By Jason Burns, Founder of HurcuLeads · Stuff Doer at Adolicious · Updated

License content for AI citation by publishing an explicit license that permits quoted citation with attribution and prohibits wholesale republication — the goal is to make it legally safe for models to quote you while keeping copyright leverage against sites that copy the full text.

Two extremes fail. Choosing "all rights reserved" makes it legally ambiguous whether an AI system may quote even a short passage, which some engines interpret as a signal to avoid the source. Choosing an unrestricted permissive license like Creative Commons CC0 lets scrapers rebuild your entire content library on their own domains at no legal risk.
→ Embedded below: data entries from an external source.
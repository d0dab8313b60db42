// Log-likelihood contributions of the gamma distribution on the log-time
// scale y = ln t, with location μ = ln θ (θ the scale) and a = ln κ (κ the
// shape); u = e^{y - μ} = t/θ. With K(u) = κ ln u - u - lnΓ(κ), the log of
// u times the standard gamma density:
//   exact     K(u)                         (the density of ln t)
//   right     ln Q(κ, u)
//   left      ln P(κ, u)
//   interval  ln(P(κ, u_hi) - P(κ, u_lo))
// Derivatives in μ are closed form (∂u/∂μ = -u, ∂P/∂μ = -e^{K(u)}); those in κ
// of P and Q have none and come from incomplete-gamma.ts (term-by-term
// derivatives of the series and continued fraction). Derivatives in a = ln κ
// follow by the chain rule: ℓ_a = κ ℓ_κ, ℓ_aa = κ ℓ_κ + κ² ℓ_κκ, ℓ_μa = κ ℓ_μκ.
import digamma from '@stdlib/math-base-special-digamma';
import gammaln from '@stdlib/math-base-special-gammaln';
import trigamma from '@stdlib/math-base-special-trigamma';
import type { Bounds } from './bounds.ts';
import { EXACT, LEFT, RIGHT } from './censoring.ts';
import { incompleteGammaTails, type GammaTail } from './incomplete-gamma.ts';
import type { RowDerivatives } from './location-scale-likelihood.ts';
import { log1mexp, NeumaierSum } from './log-arithmetic.ts';

/**
 * ln D and D_κ/D, D_κκ/D for D = P(κ, uHi) - P(κ, uLo), taken as a difference
 * of upper tails when both ends lie in the upper tail, else of lower tails.
 */
export function gammaIntervalProbability(shape: number, uLo: number, uHi: number): { log: number; d1: number; d2: number } {
  const lo = incompleteGammaTails(shape, uLo);
  const hi = incompleteGammaTails(shape, uHi);
  let near: GammaTail;
  let far: GammaTail;
  if (lo.upper.log < hi.lower.log) {
    near = lo.upper;
    far = hi.upper;
  } else {
    near = hi.lower;
    far = lo.lower;
  }
  const log = near.log + log1mexp(far.log - near.log);
  const rNear = Math.exp(near.log - log);
  const rFar = Math.exp(far.log - log);
  return { log, d1: rNear * near.d1 - rFar * far.d1, d2: rNear * near.d2 - rFar * far.d2 };
}

export function gammaLogLikelihood(bounds: Bounds, mu: Float64Array, logShape: number, out: RowDerivatives | null): number {
  const shape = Math.exp(logShape);
  const lnGammaShape = gammaln(shape);
  const psi = digamma(shape);
  const psi1 = trigamma(shape);
  const kernel = (x: number, u: number) => shape * x - u - lnGammaShape;
  const total = new NeumaierSum();
  const { kind, lo, hi } = bounds;
  for (let i = 0; i < kind.length; i++) {
    const k = kind[i];
    if (k === EXACT) {
      const x = lo[i] - mu[i];
      const u = Math.exp(x);
      total.add(kernel(x, u));
      if (!out) continue;
      out.gMu[i] = u - shape;
      out.hMuMu[i] = -u;
      out.gS[i] = shape * (x - psi);
      out.hSS[i] = out.gS[i] - shape * shape * psi1;
      out.hMuS[i] = -shape;
      continue;
    }
    if (k === RIGHT || k === LEFT) {
      const x = (k === RIGHT ? lo[i] : hi[i]) - mu[i];
      const u = Math.exp(x);
      const tails = incompleteGammaTails(shape, u);
      const tail = k === RIGHT ? tails.upper : tails.lower;
      total.add(tail.log);
      if (!out) continue;
      // w = e^{K(u)} / Q for a right-censored unit; -e^{K(u)} / P for a left-censored one.
      const sign = k === RIGHT ? 1 : -1;
      const w = sign * Math.exp(kernel(x, u) - tail.log);
      out.gMu[i] = w;
      out.hMuMu[i] = w * (u - shape - w);
      out.gS[i] = shape * tail.d1;
      out.hSS[i] = shape * tail.d1 + shape * shape * (tail.d2 - tail.d1 * tail.d1);
      out.hMuS[i] = shape * w * (x - psi - tail.d1);
      continue;
    }
    const xLo = lo[i] - mu[i];
    const xHi = hi[i] - mu[i];
    const uLo = Math.exp(xLo);
    const uHi = Math.exp(xHi);
    const d = gammaIntervalProbability(shape, uLo, uHi);
    total.add(d.log);
    if (!out) continue;
    const mHi = Math.exp(kernel(xHi, uHi) - d.log);
    const mLo = Math.exp(kernel(xLo, uLo) - d.log);
    const dMu = -(mHi - mLo);
    const dMuMu = -(mHi * (uHi - shape) - mLo * (uLo - shape));
    const dMuK = -(mHi * (xHi - psi) - mLo * (xLo - psi));
    out.gMu[i] = dMu;
    out.hMuMu[i] = dMuMu - dMu * dMu;
    out.gS[i] = shape * d.d1;
    out.hSS[i] = shape * d.d1 + shape * shape * (d.d2 - d.d1 * d.d1);
    out.hMuS[i] = shape * (dMuK - dMu * d.d1);
  }
  return total.value();
}
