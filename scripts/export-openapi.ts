// Regenerates openapi/openapi.json from the same zod schemas that validate
// requests; test/contract.test.ts fails when the committed file drifts.
import { writeFileSync, mkdirSync } from 'node:fs';
import { openapiDocument } from '../src/http/openapi-document.ts';

const text = await openapiDocument();
mkdirSync(new URL('../openapi/', import.meta.url), { recursive: true });
writeFileSync(new URL('../openapi/openapi.json', import.meta.url), text);
process.stdout.write('wrote openapi/openapi.json\n');
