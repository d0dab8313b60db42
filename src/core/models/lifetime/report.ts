// A fitted lifetime candidate as a model of the comparison: its report in
// the shape every model shares (criteria from the full likelihood on the time
// scale; no RSS, R², leave-one-out or residual checks, which assume the
// response is observed) plus the fields of a life model.
import { computeCriteria } from '../../scoring/criteria.ts';
import type { CoefficientResult, ModelResult } from '../model-result.ts';
import { criteriaFields, NO_RESIDUAL_FIELDS } from '../model-fields.ts';
import type { LifetimeFit } from './lifetime-result.ts';
import { waldQuantile } from './life-quantities.ts';
import { normalLogSurvival } from './normal-tail.ts';

/**
 * The Wald test and interval of a coefficient from its observed-information
 * standard error: z = b/se against the standard normal, b ± z_{(1+L)/2} se
 * (common practice for maximum-likelihood estimates; survreg reports the
 * same z and p). Not Student's t: there is no residual variance to estimate.
 */
function waldCoefficient(c: LifetimeFit['coefficients'][number], q: number): CoefficientResult {
  const { term, estimate, standardError: se } = c;
  if (estimate === null || se === null || !(se > 0)) {
    return { term, estimate, standardError: se, tStatistic: null, pValue: null, lower: null, upper: null };
  }
  const z = estimate / se;
  return {
    term, estimate, standardError: se,
    tStatistic: z,
    pValue: Math.min(1, 2 * Math.exp(normalLogSurvival(Math.abs(z)))),
    lower: estimate - q * se,
    upper: estimate + q * se,
  };
}

export function lifetimeReport(fit: LifetimeFit): ModelResult {
  const criteria = computeCriteria({
    logLikelihood: fit.logLikelihood,
    parameters: fit.parameters,
    observations: fit.observations,
    rss: null,
    tss: null,
    coefficientsIncludingIntercept: null,
    intercept: true,
  });
  const q = waldQuantile(fit.intervalLevel);
  return {
    name: fit.name,
    source: 'lifetime',
    estimation: 'ml',
    intercept: true,
    parameters: fit.parameters,
    observations: fit.observations,
    ...criteriaFields(fit.logLikelihood, null, criteria),
    r2Basis: null,
    sigma: null,
    responseTransform: null,
    coefficients: fit.coefficients.map((c) => waldCoefficient(c, q)),
    aliased: fit.aliased,
    // Censored times have no residuals: no leave-one-out, residual checks or predictions yet.
    ...NO_RESIDUAL_FIELDS,
    cautions: criteria.cautions.map((c) => ({ code: c.code, message: c.message })),
    distribution: fit.distribution,
    distributionParameters: fit.distributionParameters,
    convergence: fit.convergence,
    percentiles: fit.percentiles,
    survival: fit.survival,
    logLikelihoodLogTime: fit.logLikelihoodLogTime,
    censoring: fit.censoring,
  };
}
A middle-ground approach is a custom "citation license" — attribution required, short quotes welcome, wholesale republication prohibited. The Citation License 1.0 is one example of that pattern; publishers can adopt or adapt it.

Whatever license you choose, make it discoverable. Publish it at a stable URL, link to it from the footer, reference it in the JSON-LD CreativeWork license field, and stamp it into the provenance footer of any markdown twin or bulk export. Explicit licenses make the "may I quote?" question a lookup, not a guess.

Combine the license with robots.txt policy on training crawlers (e.g. GPTBot, Google-Extended, ClaudeBot). Legal terms and technical controls together produce a coherent stance.